Derbyshire County Cricket Club
- Captain: Donald Carr
- County Championship: 7
- Most runs: Donald Carr
- Most wickets: Les Jackson

= Derbyshire County Cricket Club in 1959 =

1959 season of an English cricket team

Derbyshire County Cricket Club in 1959 represents the cricket season when the English club Derbyshire had been playing eighty-eight years.

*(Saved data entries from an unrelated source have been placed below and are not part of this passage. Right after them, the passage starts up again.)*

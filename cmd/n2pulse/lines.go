package main

import (
	"encoding/json"
	"fmt"
	"io"
	"text/tabwriter"

	"n2pulse/kinetics/spectro"
	"n2pulse/plots"
	"n2pulse/units"
)

func init() {
	register(command{
		name:    "lines",
		summary: "spectroscopy of the N₂ C→B system: band heads, Franck–Condon factors, A values and the 337 nm laser lines",
		run:     runLines,
	})
}

type bandJSON struct {
	VUpper       int     `json:"v_upper"`
	VLower       int     `json:"v_lower"`
	OriginAirNm  float64 `json:"origin_air_nm"`
	OriginVacNm  float64 `json:"origin_vacuum_nm"`
	HeadAirNm    float64 `json:"head_air_nm"`
	HeadVacNm    float64 `json:"head_vacuum_nm"`
	FCF          float64 `json:"fcf"`
	RCentroidA   float64 `json:"r_centroid_angstrom"`
	EinsteinAPer float64 `json:"einstein_A_s"`
}

type lineJSON struct {
	Branch         string  `json:"branch"`
	JUpper         int     `json:"j_upper"`
	JLower         int     `json:"j_lower"`
	AirNm          float64 `json:"air_nm"`
	VacuumNm       float64 `json:"vacuum_nm"`
	SigmaLine      float64 `json:"sigma_line_m2"`
	SigmaEffective float64 `json:"sigma_effective_m2"`
	UpperShare     float64 `json:"upper_share"`
	DegeneracyEff  float64 `json:"degeneracy_ratio_effective"`
}

type linesJSON struct {
	PressurePa    float64                 `json:"pressure_Pa"`
	TemperatureK  float64                 `json:"temperature_K"`
	Bands         []bandJSON              `json:"bands"`
	LifetimeC0    float64                 `json:"lifetime_C0_s"`
	StrongestLine []lineJSON              `json:"laser_lines"`
	Laser         spectro.LaserParameters `json:"laser"`
	GainPeak      spectro.GainPeak        `json:"gain_peak"`
}

func runLines(args []string, stdout, stderr io.Writer) error {
	fs := newFlags("lines", "[--pressure P] [--temperature T] [--plot FILE.png|.svg] [--json]", stderr)
	pText := fs.String("pressure", "760 Torr", "gas pressure, with a unit (\"40 Torr\", \"1 atm\", \"13 kPa\")")
	tText := fs.String("temperature", "300 K", "gas temperature, with a unit")
	plotFile := fs.String("plot", "", "draw the (0,0) band as sticks and broadened at P and T into FILE (.png or .svg)")
	asJSON := fs.Bool("json", false, "print the tables as JSON")
	nLines := fs.Int("lines", 10, "number of strongest laser lines to list (1–100)")
	if help, err := parseFlags(fs, args); help || err != nil {
		return err
	}
	if fs.NArg() > 0 {
		return usagef("lines: takes no arguments, got %q", fs.Args())
	}
	p, err := units.Parse(*pText, units.Pressure)
	if err != nil {
		return usagef("lines: --pressure: %v", err)
	}
	T, err := units.Parse(*tText, units.Temperature)
	if err != nil {
		return usagef("lines: --temperature: %v", err)
	}
	if *nLines < 1 || *nLines > 100 {
		return usagef("lines: --lines %d: want 1…100", *nLines)
	}
	lp, err := spectro.Laser(p, T)
	if err != nil {
		return usagef("lines: %v", err)
	}
	m, err := spectro.DefaultModel()
	if err != nil {
		return err
	}
	bands, err := m.Bands(4)
	if err != nil {
		return err
	}
	tau, err := m.Lifetime(0)
	if err != nil {
		return err
	}
	gl, err := m.GainLines(0, 0, p, T)
	if err != nil {
		return err
	}
	gl = gl[:min(*nLines, len(gl))]
	peak, err := m.GainPeak(0, 0, p, T)
	if err != nil {
		return err
	}
	out := linesJSON{PressurePa: p, TemperatureK: T, LifetimeC0: tau, Laser: lp, GainPeak: peak}
	for _, b := range bands {
		out.Bands = append(out.Bands, bandJSON{VUpper: b.VUpper, VLower: b.VLower,
			OriginAirNm: b.OriginAir * 1e9, OriginVacNm: b.OriginVacuum * 1e9,
			HeadAirNm: b.Head.AirWavelength * 1e9, HeadVacNm: b.Head.VacuumWavelength * 1e9,
			FCF: b.FranckCondon, RCentroidA: b.RCentroid, EinsteinAPer: b.EinsteinA})
	}
	for _, g := range gl {
		out.StrongestLine = append(out.StrongestLine, lineJSON{Branch: g.Branch.String(),
			JUpper: g.JUpper, JLower: g.JLower, AirNm: g.AirWavelength * 1e9, VacuumNm: g.VacuumWavelength * 1e9,
			SigmaLine: g.PeakSigma, SigmaEffective: g.Effective, UpperShare: g.UpperShare,
			DegeneracyEff: g.EffectiveRatio})
	}
	if *plotFile != "" {
		head := bands[0].Head.AirWavelength
		sp, err := m.EmissionSpectrum(0, 0, p, T, head-1.2e-9, head+0.1e-9, 4000)
		if err != nil {
			return err
		}
		d := plots.SpectrumData{
			Title: fmt.Sprintf("nitrogen C→B (0,0) band at %s, %s",
				plots.LabelOf("gas.pressure [Pa]").Typed(units.UnitOf(*pText)).Format(p), plots.LabelOf("gas.temperature [K]").Format(T)),
			XLabel: "wavelength in air [nm]", YLabel: "relative emission",
			StickY: sp.StickIntensity, ProfileY: sp.ProfileIntensity,
		}
		for _, x := range sp.StickWavelength {
			d.StickX = append(d.StickX, x*1e9)
		}
		for _, x := range sp.ProfileWavelength {
			d.ProfileX = append(d.ProfileX, x*1e9)
		}
		if err := plots.Spectrum(*plotFile, d); err != nil {
			return err
		}
	}
	if *asJSON {
		enc := json.NewEncoder(stdout)
		enc.SetIndent("", "  ")
		return enc.Encode(out)
	}
	printLines(stdout, out)
	return nil
}

func printLines(w io.Writer, o linesJSON) {
	fmt.Fprintf(w, "N₂ C³Πu → B³Πg bands (v′, v″ ≤ 4); wavelengths in nm, standard air (Ciddor 1996) and vacuum\n\n")
	tw := tabwriter.NewWriter(w, 0, 0, 2, ' ', tabwriter.AlignRight)
	fmt.Fprintln(tw, "v′\tv″\torigin air\thead air\thead vac\tq\tr̄ [Å]\tA [1/s]\t")
	for _, b := range o.Bands {
		fmt.Fprintf(tw, "%d\t%d\t%.3f\t%.3f\t%.3f\t%.4f\t%.4f\t%.3e\t\n", b.VUpper, b.VLower,
			b.OriginAirNm, b.HeadAirNm, b.HeadVacNm, b.FCF, b.RCentroidA, b.EinsteinAPer)
	}
	tw.Flush()
	fmt.Fprintf(w, "\nradiative lifetime of C(v=0): %.2f ns\n", o.LifetimeC0*1e9)
	fmt.Fprintf(w, "\nstrongest (0,0) laser lines at %s, %s (σ_eff = σ_line × upper-level share)\n\n",
		units.Format(o.PressurePa, "Pa"), units.Format(o.TemperatureK, "K"))
	tw = tabwriter.NewWriter(w, 0, 0, 2, ' ', tabwriter.AlignRight)
	fmt.Fprintln(tw, "line\tJ′\tair [nm]\tvac [nm]\tσ_line [m²]\tshare\tσ_eff [m²]\t(g_C/g_B)_eff\t")
	for _, l := range o.StrongestLine {
		fmt.Fprintf(tw, "%s(%d)\t%d\t%.4f\t%.4f\t%.3e\t%.4f\t%.3e\t%.3f\t\n", l.Branch, l.JLower, l.JUpper,
			l.AirNm, l.VacuumNm, l.SigmaLine, l.UpperShare, l.SigmaEffective, l.DegeneracyEff)
	}
	tw.Flush()
	lp := o.Laser
	fmt.Fprintf(w, "\nlaser model inputs: λ_air %.4f nm, hν %.4f eV, σ %.3e m², g_C/g_B %.3f, A00 %.3e 1/s, τ_C %.2f ns, f_C %.3f, f_B %.3f, width %s\n",
		lp.AirWavelength*1e9, lp.PhotonEnergy/units.ElectronVolt, lp.CrossSection, lp.DegeneracyRatio,
		lp.EinsteinA00, lp.UpperLifetime*1e9, lp.UpperShare, lp.LowerShare, units.Format(lp.LineWidth, "Hz"))
	g := o.GainPeak
	fmt.Fprintf(w, "gain-spectrum peak with overlapping lines summed: λ_air %.4f nm, σ %.3e m² (×%.2f the single line, %d lines ≥ 10 %%), g_C/g_B %.3f\n",
		g.AirWavelength*1e9, g.CrossSection, g.Enhancement, g.Lines, g.DegeneracyRatio)
}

It was their fifty-fifth season in the County Championship and they won thirteen matches to finish seventh in the County Championship.

==1959 season==
Derbyshire played 28 games in the County Championship, one match against Cambridge University, and one against the touring Indians . Despite winning thirteen matches altogether, they ended seventh in the County Championship. Donald Carr was in his fifth season as captain and was top scorer. His 2165 runs was a record for most runs in a season for Derbyshire and he scored two centuries in a match against Kent. He was also Wisden Cricketer of the Year. Les Jackson took most wickets with 117 and achieved 9 for 17 against Cambridge University. Harold Rhodes played for England during the season.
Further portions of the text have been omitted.